Bei Straftaten gegen die sexuelle Selbstbestimmung ist es jedoch immanent, dass die hiervon Betroffenen die Taten häufig über viele Jahre oder gar Jahrzehnte verdrängen, sei es aus Scham, aus Angst, dass ihnen nicht geglaubt wird oder zum reinen Selbstschutz.
Der Kreis der Täter ist hierbei äußerst vielfältig. Diese finden sich insbesondere in Familien, in der erweiterten Verwandtschaft, in der Nachbarschaft, in Heimen, in Kindergärten und Schulen, in Kirchen oder anderweitigen religiösen Vereinigungen und Orden. Angesichts der geltenden Verjährungsfristen gehen diese Täter in vielen Fällen nicht nur straffrei, sondern darüber hinaus auch ohne jegliche Entschädigungsleistungen an ihre Opfer aus.
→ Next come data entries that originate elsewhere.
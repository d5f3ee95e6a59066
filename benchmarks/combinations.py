"""Many combinations of few basic cases: time per additional combination against the first.

The building of :mod:`building` (invented scenario) with six invented basic cases as axial
force fields: G (floor load), Q1 / Q2 (imposed load on either half of the plan), S (roof
only), W_x / W_y (overturning: columns on one side in compression, the other in tension,
growing downwards).  64 combinations with factors drawn (fixed seed) in G [1.0, 1.35],
Q [0, 1.5], S [0, 0.75], W [-1.5, 1.5].  Every check of the solve stays on (residuals,
K-orthogonality, Sturm count).

Usage: ``python benchmarks/combinations.py DOFS [N_COMBINATIONS]`` (run by hand; prints JSON).
"""

from __future__ import annotations

import json
import os
import sys
import time
from pathlib import Path

import numpy as np

sys.path.insert(0, str(Path(__file__).resolve().parents[1] / "plugin"))
sys.path.insert(0, str(Path(__file__).resolve().parent))

import building  # noqa: E402


def model(dofs: float):
    nx, ny, nz = building.plan(dofs)
    m = building.building(nx, ny, nz)
    g = m.cell_data.pop("axial_force.gravity")[0]
    m.cell_data.pop("axial_force.gravity_half")
    ncol = (nx + 1) * (ny + 1) * nz
    ix, iy, iz = np.meshgrid(np.arange(nx + 1), np.arange(ny + 1), np.arange(nz), indexing="ij")
    ix, iy, iz = ix.ravel(), iy.ravel(), iz.ravel()
    gc = g[:ncol]
    z = np.zeros(len(g) - ncol)
    half = ix <= nx // 2
    roof = -gc / (nz - iz)                       # one floor's share: the roof load alone
    over = (nz - iz) * 0.02 * np.abs(gc).max() / nz
    cases = {"G": gc, "Q1": 0.6 * gc * half, "Q2": 0.6 * gc * ~half, "S": -0.3 * roof,
             "W_x": over * (2 * ix / nx - 1), "W_y": over * (2 * iy / ny - 1)}
    for k, v in cases.items():
        m.cell_data[f"axial_force.{k}"] = [np.r_[v, z]]
    return m, list(cases), (nx, ny, nz)


def combinations(names, n, seed=2026):
    rng = np.random.default_rng(seed)
    lo = {"G": 1.0, "Q1": 0.0, "Q2": 0.0, "S": 0.0, "W_x": -1.5, "W_y": -1.5}
    hi = {"G": 1.35, "Q1": 1.5, "Q2": 1.5, "S": 0.75, "W_x": 1.5, "W_y": 1.5}
    return {f"C{i:03d}": {k: round(float(rng.uniform(lo[k], hi[k])), 3) for k in names} for i in range(n)}


def main(argv):
    import framebuckle as fb
    dofs = float(argv[0]) if argv else 1e5
    n = int(argv[1]) if len(argv) > 1 else 64
    m, names, plan = model(dofs)
    combos = combinations(names, n)
    study = {"combinations": combos, "analysis": {"cases": list(combos), "mesh_check": False}}
    t0 = time.perf_counter()
    r = fb.solve(m, study, modes=4)
    total = time.perf_counter() - t0
    tc = r.timings["cases"]
    out = {"plan": plan, "free_dofs": int(len(r.constraints.free)), "combinations": n,
           "basic_kg_assembly_in_first": True, "first": tc[0], "additional_mean": float(np.mean(tc[1:])),
           "additional_median": float(np.median(tc[1:])), "ratio": float(np.mean(tc[1:]) / tc[0]),
           "factorization": r.timings.get("factorization"), "assembly": r.timings.get("assembly"),
           "total": total, "methods": sorted({c.method for c in r.cases}),
           "sturm_checked": sum(1 for c in r.cases if c.checks.get("sturm_count") is not None
                                or "sturm" in json.dumps(c.checks, default=str)),
           "lowest_alpha": min(c.alpha_cr for c in r.cases if c.alpha_cr),
           "load": os.getloadavg(), "backend": r.timings.get("backend")}
    st = r.timings.get("case_stages") or []
    if st:                                  # where the time goes: first case, mean of the others
        out["stages_first"] = st[0]
        out["stages_additional_mean"] = {k: float(np.mean([s[k] for s in st[1:]])) for k in st[0]}
    print(json.dumps(out, indent=1))


if __name__ == "__main__":
    main(sys.argv[1:])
In vielen Fällen führen die geltenden Verjährungsfristen somit faktisch zu Verstößen gegen das Verbot unmenschlicher Behandlung, das Recht auf sexuelle Selbstbestimmung sowie das Gebot des Bereithaltens eines wirksamen innerstaatlichen Rechtsbehelfs und damit zu Verstößen gegen Menschenrechte.
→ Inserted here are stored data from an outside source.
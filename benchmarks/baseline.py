"""The script an engineer would otherwise write by hand (the comparison baseline).

A Python loop over elements computes each element's 12 x 12 elastic and
geometric stiffness with numpy, rotates it and adds it into scipy ``lil_matrix``
objects; the restrained DOFs are removed and
``scipy.sparse.linalg.eigsh(K, k, M=-Kg, sigma, mode='buckling')`` gives the
load factors nearest the shift.  Same element formulas as the package (cubic
Hermite beams, consistent geometric stiffness, bars), same sub-division.

Usage: python benchmarks/baseline.py FILE [MODES] [TIME_LIMIT_S]
Prints the assembly time (or, past the time limit, the measured rate and the
extrapolated total) and the eigensolution time.
"""

import sys
import time

import meshio
import numpy as np
import scipy.sparse as sp
import scipy.sparse.linalg as spla


def element(p1, p2, E, G, A, Iy, Iz, J, orient, bar):
    d = p2 - p1
    L = np.linalg.norm(d)
    ex = d / L
    ez = orient - orient.dot(ex) * ex
    ez /= np.linalg.norm(ez)
    ey = np.cross(ez, ex)
    R = np.array([ex, ey, ez])
    T = np.zeros((12, 12))
    for b in range(4):
        T[3 * b:3 * b + 3, 3 * b:3 * b + 3] = R
    k = np.zeros((12, 12))
    g = np.zeros((12, 12))
    ea = E * A / L
    k[np.ix_([0, 6], [0, 6])] = ea * np.array([[1, -1], [-1, 1]])
    if bar:
        g[np.ix_([1, 7], [1, 7])] = np.array([[1, -1], [-1, 1]]) / L
        g[np.ix_([2, 8], [2, 8])] = np.array([[1, -1], [-1, 1]]) / L
    else:
        gj = G * J / L
        k[np.ix_([3, 9], [3, 9])] = gj * np.array([[1, -1], [-1, 1]])
        for idx, EI, s in (([1, 5, 7, 11], E * Iz, 1), ([2, 4, 8, 10], E * Iy, -1)):
            c = EI / L ** 3
            kb = c * np.array([[12, s * 6 * L, -12, s * 6 * L], [s * 6 * L, 4 * L * L, -s * 6 * L, 2 * L * L],
                               [-12, -s * 6 * L, 12, -s * 6 * L], [s * 6 * L, 2 * L * L, -s * 6 * L, 4 * L * L]])
            k[np.ix_(idx, idx)] = kb
            gb = np.array([[36, s * 3 * L, -36, s * 3 * L], [s * 3 * L, 4 * L * L, -s * 3 * L, -L * L],
                           [-36, -s * 3 * L, 36, -s * 3 * L], [s * 3 * L, -L * L, -s * 3 * L, 4 * L * L]]) / (30 * L)
            g[np.ix_(idx, idx)] = gb
        g[np.ix_([3, 9], [3, 9])] = (Iy + Iz) / A / L * np.array([[1, -1], [-1, 1]])
    return T.T @ k @ T, T.T @ g @ T


def main(path, modes=10, limit=3600.0):
    m = meshio.read(path)
    pts = m.points
    el = m.cells[0].data
    cd = {k: np.asarray(v[0]) for k, v in m.cell_data.items()}
    case = sorted(k for k in cd if k.startswith("axial_force"))[0]
    # sub-divide beams into 8 like the tool's default (bars stay whole)
    nodes = list(pts)
    elems, src = [], []
    for i, (a, b) in enumerate(el):
        if cd["bar"][i]:
            elems.append((a, b)); src.append(i)
            continue
        chain = [a]
        for t in np.arange(1, 8) / 8:
            nodes.append(pts[a] + t * (pts[b] - pts[a])); chain.append(len(nodes) - 1)
        chain.append(b)
        for j in range(8):
            elems.append((chain[j], chain[j + 1])); src.append(i)
    nodes = np.array(nodes)
    n = 6 * len(nodes)
    K = sp.lil_matrix((n, n))
    KG = sp.lil_matrix((n, n))
    t0 = time.perf_counter()
    done = 0
    for (a, b), i in zip(elems, src):
        ke, ge = element(nodes[a], nodes[b], cd["E"][i], cd["G"][i], cd["A"][i], cd["Iy"][i],
                         cd["Iz"][i], cd["J"][i], cd["orientation"][i], bool(cd["bar"][i]))
        dofs = np.r_[6 * a + np.arange(6), 6 * b + np.arange(6)]
        K[np.ix_(dofs, dofs)] += ke
        KG[np.ix_(dofs, dofs)] += cd[case][i] * ge
        done += 1
        if time.perf_counter() - t0 > limit:
            break
    t_asm = time.perf_counter() - t0
    if done < len(elems):
        est = t_asm * len(elems) / done
        print(f"baseline assembly STOPPED after {done}/{len(elems)} elements in {t_asm:.1f} s; "
              f"extrapolated {est:.1f} s")
        return
    print(f"baseline assembly {t_asm:.3f} s ({len(elems)} elements, {n} DOFs)")
    fixed = np.zeros(n, bool)
    fixed[: 6 * len(pts)] = m.point_data["restraint"].astype(bool).reshape(-1)
    free = np.flatnonzero(~fixed)
    t0 = time.perf_counter()
    Kf = K.tocsr()[free][:, free].tocsc()
    Gf = KG.tocsr()[free][:, free].tocsc()
    lam = spla.eigsh(Kf, k=modes, M=-Gf, sigma=1.0, which="LM", mode="buckling",
                     return_eigenvectors=False)
    t_eig = time.perf_counter() - t0
    lam = np.sort(lam)
    print(f"baseline eigensolution {t_eig:.3f} s; load factors {np.array2string(lam, precision=5)}")


if __name__ == "__main__":
    main(sys.argv[1], *(int(x) for x in sys.argv[2:3]), *(float(x) for x in sys.argv[3:4]))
Für die von diesen unhaltbaren Umständen Betroffenen besteht die Möglichkeit, eine Individualbeschwerde an den Europäischen Gerichtshof für Menschenrechte (EuGMR) zu richten. Aus diesem Grund hat netzwerkB das Projekt „Sammelklage“ ins Leben gerufen, an welchem sich alle Betroffenen, die ihre eigene Geschichte in den vorstehenden Ausführungen wiedererkennen, kostenfrei beteiligen können. Bitte beteiligen Sie sich!
Unter welchen Bedingungen können Sie sich beteiligen
Für eine Beteiligung ist die Angabe etwaiger Tatzeugen, die Vorlage von Gutachten und ärztlichen Attesten sowie von Nachweisen über den (erfolglosen) Versuch, den oder die Täter strafrechtlich und zivilrechtlich zu belangen.
Obwohl in den meisten Fällen Strafanzeigen aufgrund der strafrechtlichen Verjährungsfristen zu Verfahrenseinstellungen führen, können diese Strafanzeigen hilfreich sein, um die entsprechenden Einstellungsnachrichten der Staatsanwaltschaft als Nachweis der Ineffektivität und Aussichtslosigkeit der innerstaatlich zur Verfügung gestellten Rechtsbehelfe vorlegen zu können.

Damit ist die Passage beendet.